The Chicago History Museum and historian Liz Garibay, who regularly leads pub crawls that incorporate local history, will host a walking tour of bars around Wrigley Field next month that celebrates the 100th anniversary of Wrigley Field and the history of the surrounding taverns.
The tour on April 13 will cover four pubs in the area. Garibay will be dishing on both the history of the bars and the history of the Cubs and Wrigley Field, she said.
"We're going to go to more off-the-beaten-path places," Garibay said. "You probably would have heard of one or two, but the great thing is, you don't know the history."
She hasn't chosen which bars will be on the tour yet, but there's a myriad to choose from, she said.
Murphy's Bleachers, 3655 N. Sheffield Ave., for example, used to be called Ernie's Bleachers and was more of a drive-up hot dog stand than a bar. It was also known for selling beer by the bucket.
"No lids or anything," Garibay said. "It sloshed around."
Farther north, the early 1900s corner building for GMan Tavern, 3740 N. Clark St., used to be prime space for activities beyond pool and booze.
It used to have three entrances and housed a saloon, a tailor shop and a barber shop, Garibay said. Then it turned into a tavern, and later on, a mapmaker's office.
After that, the Remains Theatre Ensemble took over.
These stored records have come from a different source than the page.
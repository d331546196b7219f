"""Saving a plot as it is seen: SVG for print, PNG for the rest."""

import re
from pathlib import Path

from PySide6.QtCore import QPoint, QRect
from PySide6.QtGui import QPainter
from PySide6.QtSvg import QSvgGenerator
from PySide6.QtWidgets import QWidget

FILTER = "Drawing (*.svg);;Picture (*.png)"


def file_name(title: str) -> str:
    """A title as the name of a file."""
    return re.sub(r"[^\w.+()-]+", "_", title).strip("_")[:80] or "picture"


def save_picture(widget: QWidget, path: Path, title: str) -> None:
    """Write the widget's picture; the suffix says the format. Raises OSError where it cannot be written."""
    if path.suffix.lower() == ".svg":
        _save_svg(widget, path, title)
    elif not widget.grab().save(str(path), "PNG"):
        raise OSError(f"The picture could not be written to {path}.")


def _save_svg(widget: QWidget, path: Path, title: str) -> None:
    generator = QSvgGenerator()
    generator.setFileName(str(path))
    generator.setSize(widget.size())
    generator.setViewBox(QRect(QPoint(0, 0), widget.size()))
    generator.setResolution(round(widget.logicalDpiX()))
    generator.setTitle(title)
    painter = QPainter()
    if not painter.begin(generator):
        raise OSError(f"The picture could not be written to {path}.")
    try:
        QWidget.render(widget, painter, QPoint(0, 0))  # a graphics view's own render draws its scene alone
    finally:
        painter.end()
Many of its performers went on to bigger stages, including Gary Cole, who's worked on "The Good Wife," "Office Space" and "Veep"; Ted Levine, who played Buffalo Bill in "The Silence of the Lambs"; and William Petersen, best known for his role on "CSI."
Gingerman Tavern, now GMan, didn't take over until the '70s.
"A lot of the bars are in old buildings, from the early 1900s," Garibay said. "It's definitely a historic neighborhood."
The crawl will also highlight Cubs and Wrigley Field history, too, she said. Most Cubs fans she's met have been shocked to hear that the team used to be called the Chicago White Stockings, she said.
And they're often surprised that Wrigley Field used to be called Weeghman Park and was home to the Chicago Whales, a team in a rogue baseball league called the Federal League, she said.
"They’re like, 'What are you talking about?'" she said with a laugh.
The tour costs $40, or $30 for history museum members, and lasts from 1:20-4:30 p.m. About 30 tickets are available, though another tour might be added if there's enough interest. Tickets can be bought online.
Special guests such as Stuart Shea, author of a new Wrigley Field history book, might show up as well.
Garibay, herself a Cubs fan, wants to keep it a secret for now which bars will actually be on the tour, she said. For her, choosing just four is "a challenge," she said.
"Every one has its own history," she said.